Optimizing the intrinsic magnetic properties of REFe_12-xM_xphases

Collecting energy from renewable resources, using e.g. wind power plants has become important and goes hand in hand with a growing demand for new permanent magnets (PM) with magnetic performance comparable to Nd-Fe-B magnets. A key task is to identify new PM with less rare earth (RE). Systems with ThMn₁₂ structure are of special interest. They have the lowest RE concentration of all known phases. However, Fe-based 1:12 systems with light RE need a phase stabilizer which goes on the Fe sites.
Two types have been studied, (Nd_1-xY_x)Fe_12-yTi_y and SmFe_12-yV_y, using state of the art density functional theory methods (VASP; FP LMTO RSPt). The phase stability and the magnetic properties were calculated depending on the Ti and V concentration. Aiming to reduce the RE amount the performance depending on the Nd/Y ratio was monitored.

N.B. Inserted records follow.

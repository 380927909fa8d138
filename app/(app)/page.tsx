import Link from 'next/link';
import { db } from '@/db/client';
import { listSessionsAwaitingReview, listSessionsForUser } from '@/db/queries/sessions';
import { can } from '@/lib/auth/policy';
import { requirePageActor } from '@/lib/auth/session';
import { MachinePicker } from '@/components/session/machine-picker';
import { DueSummary } from '@/components/due/due-summary';
import { countDueByStatus, getReminderDaysBefore } from '@/db/queries/due';
import { todayUtc } from '@/lib/dates';
import { LocalTime } from '@/components/ui/local-time';

export const dynamic = 'force-dynamic';

/** The caller's standing in a session, as the list says it. */
const standingLabel: Record<string, string> = {
  technician: 'You measure',
  expert: 'You coach',
  observer: 'You watch',
  reader: 'You read',
};

const stateLabel: Record<string, string> = {
  planned: 'Planned',
  live: 'Live',
  ended: 'Ended',
  in_review: 'In review',
  approved: 'Approved',
  returned: 'Returned',
};

/** Sessions with a finished record to play back (a live one is followed in its field or coach view). */
const REPLAYABLE = new Set(['ended', 'in_review', 'returned', 'approved']);

export default async function HomePage() {
  const actor = await requirePageActor('/');
  const organisationId = actor.organisationId;
  const soonDays = await getReminderDaysBefore(db(), { organisationId });
  const reviews = can(actor, 'session:review');
  const [sessions, due, awaiting] = await Promise.all([
    listSessionsForUser(db(), { organisationId, userId: actor.id, readsAll: actor.role === 'reviewer' || actor.role === 'admin' }),
    countDueByStatus(db(), { organisationId, today: todayUtc(new Date()), soonDays }),
    reviews ? listSessionsAwaitingReview(db(), { organisationId }) : Promise.resolve([]),
  ]);
  const mayOpen = can(actor, 'session:open');
  // A live demo first: a newcomer coaches the virtual technician before anything else.
  sessions.sort((a, b) => Number(b.demo && b.state === 'live') - Number(a.demo && a.state === 'live'));

  return (
    <main className="mx-auto grid max-w-5xl grid-cols-[minmax(0,1fr)] gap-8 p-4 sm:p-6">
      <DueSummary overdue={due.overdue} dueSoon={due.dueSoon} soonDays={soonDays} />
      {reviews && (
        <section aria-labelledby="review-h" data-testid="awaiting-review">
          <h2 id="review-h" className="text-2xl font-bold">
            Waiting for review
          </h2>
          {awaiting.length === 0 ? (
            <p className="mt-2 text-ink-soft">No session waits for review.</p>
          ) : (
            <ul className="mt-3 grid gap-2">
              {awaiting.map((s) => (
                <li key={s.id}>
                  <Link
                    href={`/sessions/${s.id}/replay`}
                    className="flex min-h-14 flex-wrap items-center justify-between gap-2 rounded-xl border-2 border-bubble bg-card px-4 py-2 hover:border-spirit"
                  >
                    <span>
                      <span className="font-bold">{s.machineModel}</span> <span className="text-ink-soft">· {s.machineSerial}</span>
                      <span className="block text-ink-soft">
                        {s.customerName} · {s.siteName} · technician: {s.technicianName} · {s.lastSeq} events
                      </span>
                    </span>
                    <span className="flex flex-wrap items-center gap-3">
                      <span className="text-sm text-ink-soft">
                        <LocalTime iso={s.createdAt.toISOString()} />
                      </span>
                      <span className={`rounded-full px-3 py-1 text-sm font-bold ${s.state === 'in_review' ? 'bg-bubble' : 'bg-steel text-paper'}`}>{stateLabel[s.state]}</span>
                      <span className="font-semibold text-spirit underline underline-offset-4">Replay and review</span>
                    </span>
                  </Link>
                </li>
              ))}
            </ul>
          )}
        </section>
      )}
      <section aria-labelledby="sessions-h">
        <h1 id="sessions-h" className="text-2xl font-bold">
          {actor.role === 'reviewer' || actor.role === 'admin' ? 'Sessions of your organisation' : 'Your sessions'}
        </h1>
        {sessions.length === 0 ? (
          <p className="mt-3 text-ink-soft">
            No sessions for you yet.{mayOpen ? ' Start one on a machine below.' : ' A technician adds you when they open one.'}
          </p>
        ) : (
          <ul className="mt-3 grid gap-2">
            {sessions.map((s) => {
              const returnedToMe = s.state === 'returned' && s.standing === 'technician';
              return (
                <li key={s.id} className={`flex flex-wrap items-stretch gap-2 rounded-xl border-2 bg-card ${returnedToMe ? 'border-fail' : 'border-rule'}`} data-testid="session-row" data-state={s.state}>
                  <Link
                    href={`/sessions/${s.id}`}
                    className="flex min-h-14 flex-1 flex-wrap items-center justify-between gap-2 rounded-xl px-4 py-2 hover:bg-paper"
                  >
                    <span>
                      <span className="font-bold">{s.machineModel}</span>
                      {s.demo && <span className="ml-2 rounded-full border-2 border-spirit px-2 text-sm font-bold text-spirit">Demo</span>}
                      <span className="block text-ink-soft">
                        {s.customerName} · {s.siteName} · technician: {s.technicianName}
                      </span>
                      {s.demo && s.state === 'live' && (
                        <span className="block text-sm">A simulated machine: the virtual technician takes the readings and turns the screws you send.</span>
                      )}
                      {returnedToMe && (
                        <span className="mt-1 block font-bold text-fail" data-testid="returned-marker">
                          ⚠ Returned for rework: open it to see the reviewer’s reasons and take it up again.
                        </span>
                      )}
                    </span>
                    <span className="flex flex-wrap items-center gap-3">
                      <span className="text-sm font-semibold">{standingLabel[s.standing]}</span>
                      <span className="text-sm text-ink-soft">
                        <LocalTime iso={s.createdAt.toISOString()} />
                      </span>
                      <span
                        className={`rounded-full px-3 py-1 text-sm font-bold ${s.state === 'live' ? 'bg-vial text-ink' : s.state === 'returned' ? 'bg-fail text-white' : s.state === 'approved' ? 'bg-pass text-white' : 'bg-rule'}`}
                      >
                        {stateLabel[s.state]}
                      </span>
                    </span>
                  </Link>
                  {REPLAYABLE.has(s.state) && (
                    <Link
                      href={`/sessions/${s.id}/replay`}
                      aria-label={`Replay ${s.machineModel}, ${s.createdAt.toISOString().slice(0, 16).replace('T', ' ')} UTC`}
                      className="flex min-h-14 items-center border-l-2 border-rule px-4 font-semibold text-spirit hover:bg-paper"
                    >
                      Replay
                    </Link>
                  )}
                </li>
              );
            })}
          </ul>
        )}
      </section>

      <section aria-labelledby="machines-h">
        <h2 id="machines-h" className="text-2xl font-bold">
          {mayOpen ? 'Start leveling a machine' : 'Machines'}
        </h2>
        <div className="mt-3">
          <MachinePicker mayOpen={mayOpen} />
        </div>
      </section>
    </main>
  );
}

We find that the Nd-Y (Sm) system is stable down to y = 0.5 (y=1) which leads to an increase of the magnetization by 17% compared to the commonly used concentrations of Ti (V). In viev of the MAE a replacement of Nd by Y turned out to be preferable over a reduction of Ti. MAE values of 1.3 MJ/m³ ((NdY)Fe₁₁Ti) and 1.7 MJ/m³ (SmFe₁₁V) are predicted. The latter could be verified in recent experiments.